Гребешок для лесного духа

– Папа, а почему дух лохматый?

– Ну… потому что у него нет гребешка…

Через овальное окно было видно, как гнутся до земли деревья, но буря уже понемногу стихала. Сквозь черные кроны небо выглядело свинцово-синим, но время от времени вспыхивавшая молния превращала картину в негатив: небо становилось черным, а деревья, выхваченные из мрака, светились призрачным светло-зеленым светом. Ни единого звука не проникало сквозь толстое стекло, и от этого в теплой комнате становилось еще уютнее.

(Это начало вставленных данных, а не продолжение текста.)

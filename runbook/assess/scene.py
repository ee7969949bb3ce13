"""Everything physics needs of one procedure in one room on one day, read once from the two files.

Refuses nothing by itself: what is not known stays None and blocks where it is leaned on.
"""

from __future__ import annotations

from dataclasses import dataclass, field
from functools import cached_property
from typing import TYPE_CHECKING, Literal

from runbook.answers import ChargeBox, Explanation, Margin
from runbook.apparatus.model import Apparatus
from runbook.apparatus.model import Instrument as InstrumentFile
from runbook.assess.assumptions import ALL, Assumptions
from runbook.charge.blowdown import coldest_of_gas
from runbook.charge.filling import air_pressure
from runbook.errors import FileProblems, InputUnusable
from runbook.fluids.substance import Substance, substance
from runbook.procedure.document import located, split_lines
from runbook.procedure.model import Procedure
from runbook.procedure.reader import Loaded
from runbook.procedure.writing import findings as writing_findings
from runbook.quantities import Barometer, barometer

if TYPE_CHECKING:
    # The marks are worked out of a scene, which only keeps them.
    from runbook.assess.sights.marks import Marks

GAS_CONSTANT = 8.314462618
"""[J/mol/K], CODATA 2018 (exact)."""
AIR_OVER_ICE = 1.1
"""Air left at closing over dry ice, worst case, as a multiple of the vessel full of air at the coldest room:
computed for dry ice closed at once, 7 to 11 mmol where a full 250 mL holds 10 [1]."""

TAMPED = 0.712
"""Share of its volume that tamped solid fills: 1.1 kg/L of dry ice, common practice [1]."""

Position = Literal["open", "shut", "do not know"]


@dataclass
class Scene:
    """A procedure, its vessel and its room, in numbers. All SI, pressures absolute."""

    loaded: Loaded
    barometer: Barometer
    charge: ChargeBox | None
    """From the vessel's charge record; None: the cell is empty at the start."""
    assume: Assumptions = ALL
    hottest_K: float | None = None
    """Hottest the room may become today [K]; None: as the procedure says."""
    cell_closed: bool = False
    """Somebody says that the vessel is closed already, whatever the procedure begins with."""
    substance: Substance = field(init=False)
    looked: dict[tuple[int, float | None, tuple[tuple[str, str], ...]], tuple[Margin, ...]] = field(
        init=False, default_factory=dict
    )
    """Look-aheads by line, most charge [kg] and valve positions."""
    reached: dict[tuple[float, float], float | None] = field(init=False, default_factory=dict)
    """Temperature [K] at which most charge [kg] reaches a pressure [Pa] at the worst corner."""
    risen: dict[tuple[float, float, float, float], float | str] = field(init=False, default_factory=dict)
    """Pressure [Pa] that a held charge rises to, or why that cannot be said, by most charge [kg], level [Pa], hottest
    body [K] and seconds."""
    weighed_by_height: dict[tuple[float, float], tuple[float, float] | None] = field(init=False, default_factory=dict)
    """Least and most charge [kg] that a height [m] at a temperature [K] means."""
    estimated_by_height: dict[tuple[float, float], tuple[float, float] | None] = field(init=False, default_factory=dict)
    """Charge and its U [kg] that a height [m] at a temperature [K] means."""
    explained: dict[tuple[object, ...], tuple[Explanation, ...]] = field(init=False, default_factory=dict)
    """Explanations by the readings they explain."""
    let_downs: dict[tuple[float, float, float], float] = field(init=False, default_factory=dict)
    """Coldest wall [K] of a let-down, by most charge [kg], coldest and hottest wall it begins with [K]."""
    seen: dict[float, Marks] = field(init=False, default_factory=dict)
    """What changes to the eye on the path of a charge [kg]."""
    _pressures: dict[tuple[float, float], tuple[float, float]] = field(init=False, default_factory=dict)

    def __post_init__(self) -> None:
        self.substance = substance(self.procedure.fluid)

    @property
    def procedure(self) -> Procedure:
        return self.loaded.procedure

    @property
    def apparatus(self) -> Apparatus:
        return self.loaded.apparatus

    @property
    def volume(self) -> tuple[float, float]:
        """Least and most free volume [m3]."""
        free = self.apparatus.volume.free
        return (free.low, free.high) if self.assume.volume_corner else (free.value, free.value)

    @property
    def room_hottest(self) -> float:
        """[K]"""
        room = self.procedure.room
        if self.hottest_K is not None:
            return self.hottest_K
        return room.hottest.high if self.assume.hottest_room else room.coldest.low

    @property
    def room_coldest(self) -> float:
        """[K]"""
        return self.procedure.room.coldest.low

    @property
    def charge_space(self) -> str:
        """The space that holds the charge: the first one of the file."""
        return self.apparatus.spaces[0]

    @property
    def planned(self) -> tuple[float, float]:
        """Least and most that the procedure means to seal in [kg]; what the record says if it is loaded."""
        charge = self.procedure.charge
        mass = None if isinstance(charge, str) else charge.mass
        if mass is not None:
            return mass.low, mass.high
        if self.charge is not None:
            return self.charge.low_kg, self.charge.high_kg
        return 0.0, self.brim_full

    @property
    def starts_loaded(self) -> bool:
        """The vessel is loaded when it begins: the procedure says so, or somebody does."""
        charge = self.procedure.charge
        return self.cell_closed or isinstance(charge, str) or charge.loaded_as == "already loaded"

    @property
    def brim_full(self) -> float:
        """Charge of a vessel filled to the brim, the most that can be in [kg].

        With tamped solid where that lies in the open, 1.1 kg/L of dry ice (common practice), else with its liquid at
        the coldest: whichever is more of what its fluid allows.
        """
        fluid = self.substance
        if fluid.triple_pressure > self.barometer.high_Pa:
            density = TAMPED / fluid.solid.beside_vapour(fluid.triple_temperature).volume if fluid.solid else 0.0
        else:
            density = fluid.saturation(fluid.triple_temperature).liquid_density
        return density * self.apparatus.volume.free.high

    @property
    def moles_of_air(self) -> float:
        """Most air that can have been closed in, no purge counted [mol]."""
        if not self.assume.air:
            return 0.0
        full = self.barometer.high_Pa * self.volume[1] / (GAS_CONSTANT * self.room_coldest)
        if self.stays_liquid and self.planned[0] > 0.0:
            # The liquid has driven out the air whose place it took.
            liquid = self.planned[0] / self.substance.saturation(self.room_coldest).liquid_density
            return full * max(0.0, 1.0 - liquid / self.volume[1])
        return AIR_OVER_ICE * full

    @cached_property
    def coldest_in_the_open(self) -> float:
        """Temperature of liquid or solid in the open at the lowest barometer, or of the coldest room [K].

        The coldest wall that loading, or a let-down to the room, can give.
        """
        return min(self.room_coldest, self.substance.boiling_temperature(self.barometer.low_Pa))

    @cached_property
    def stays_liquid(self) -> bool:
        """In the open it stays a liquid, however hot the room: it boils above that."""
        return self.room_hottest < self.substance.boiling_temperature(self.barometer.low_Pa) and (
            self.substance.triple_temperature < self.room_coldest
        )

    @property
    def comes_as_gas(self) -> bool:
        """It is filled with gas at the temperature of the room, under the pressure of the charge."""
        charge = self.procedure.charge
        return not isinstance(charge, str) and charge.loaded_as == "gas"

    def coldest_let_down(self, high_kg: float, cold: float, hot: float) -> float:
        """Coldest wall [K] of a let-down of at most high_kg [kg] to the room, begun between cold and hot [K].

        That of its liquid or solid in the open, unless it is gas all the way.
        """
        key = (high_kg, cold, hot)
        if key not in self.let_downs:
            body = self.apparatus.body.heat_capacity.low
            ends = [
                coldest_of_gas(self.substance, high_kg, self.volume[0], start, self.barometer.low_Pa, body)
                for start in (cold, hot)
            ]
            known = [one for one in ends if one is not None]
            open_air = min(cold, self.coldest_in_the_open)
            self.let_downs[key] = max(open_air, min(cold, *known)) if len(known) == len(ends) else open_air
        return self.let_downs[key]

    @cached_property
    def gas_volume(self) -> float | None:
        """Of what gets into the room, at 20 degC and 1 atm [m3/kg]; None where it condenses there."""
        return self.substance.gas_volume(293.15, 101325.0)

    def pressures(self, temperature: float, density: float) -> tuple[float, float]:
        """Pressure with trapped air [Pa] and the equation's uncertainty [Pa], kept per scene.

        temperature [K], density [kg/m3]. Raises OutsideValidity.
        """
        key = (temperature, density)
        if key not in self._pressures:
            pressure = self.substance.pressure(temperature, density)
            off = self.substance.pressure_uncertainty(temperature, density)
            air = 0.0
            if self.moles_of_air > 0.0:
                air = air_pressure(self.substance, temperature, density, self.moles_of_air, self.volume[0])
            if len(self._pressures) > 4096:
                self._pressures.clear()
            self._pressures[key] = pressure + air, off if self.assume.equation_uncertainty else 0.0
        return self._pressures[key]

    def instrument(self, tag: str) -> InstrumentFile:
        """The instrument of that tag; KeyError where the apparatus has none (check finds it first)."""
        for one in self.apparatus.instruments:
            if one.tag == tag:
                return one
        raise KeyError(tag)

    def wall_probe(self) -> InstrumentFile | None:
        """The thermometer on the wall, in the charge or in the bath; None where there is none."""
        return next((i for i in self.apparatus.instruments if i.reads == "temperature" and i.of != "room air"), None)


def _stated(loaded: Loaded) -> ChargeBox | None:
    """What the file says is in a vessel that comes loaded: it counts until readings say more, and proves nothing."""
    charge = loaded.procedure.charge
    if isinstance(charge, str) or charge.loaded_as != "already loaded":
        return None
    return ChargeBox(charge.mass.low, charge.mass.high, False, ("procedure",))


def open_scene(
    loaded: Loaded,
    reading_Pa: float | None,
    charge: ChargeBox | None,
    assume: Assumptions = ALL,
    height_m: float | None = None,
    hottest_K: float | None = None,
    cell_closed: bool = False,
) -> Scene:
    """A scene at the barometer read [Pa], else at the room's height, else anywhere.

    height_m: above sea level [m]; hottest_K: hottest room [K]; None: as the procedure says. cell_closed: it is
    closed already, with what the record says or, without one, with as much as it can hold; a vessel that comes loaded
    without a record holds what the file states. Raises
    OutsideValidity for an impossible barometer, FileProblems for a fluid that is not known and where a step names
    what the apparatus does not have: no margin can be computed for that.
    """
    if not loaded.one_of_several:
        refuse_unbound(loaded)
    if charge is None and not cell_closed:
        charge = _stated(loaded)
    stated = loaded.procedure.room.height
    height = height_m if height_m is not None else None if stated is None else stated.value
    air = barometer(reading_Pa, height)
    try:
        return Scene(loaded, air, charge, assume, hottest_K, cell_closed)
    except InputUnusable as unknown:
        at = loaded.positions.get(("fluid",))
        if at is None:
            raise
        lines = split_lines(loaded.procedure_text)
        raise FileProblems((located(loaded.procedure_file, lines, at, str(unknown), "fluid"),)) from None


UNBOUND = ("unknown tag", "wrong instrument", "position")
"""Rules whose errors leave a step without the thing it is about."""


def refuse_unbound(loaded: Loaded) -> None:
    """Raises FileProblems where a step names what the apparatus does not have."""
    errors = tuple(p for p in writing_findings(loaded) if p.severity == "error")
    if any(p.rule in UNBOUND for p in errors):
        raise FileProblems(errors)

Велин со вкусом потянулся под одеялом и зарылся головой в подушку. Работа здесь была нетрудной, но сегодня он чертовски устал. Конец месяца… Профилактический осмотр четырех баз, заполнение архаических медицинских карточек, досадный, но неизбежный рапорт на Землю… И наконец, ставший уже традиционным разговор с академиком Бронским. Помнится, в самом начале Велин смущался, как студент-первокурсник, когда ему приходилось запинаясь рассказывать медицинскому светилу последние новости. Но постепенно он привык, и беседы с тех пор текли привычным руслом, когда каждая реплика заранее известна. Академик обычно подбрасывал две-три шутки на профессиональную тему, Велин тут же припоминал какой-то забавный случай из практики прошлого месяца, и так они подходили к главному – к загадочному шоку. Но что можно было сказать о шоке, когда Бронский уже давным-давно все знал…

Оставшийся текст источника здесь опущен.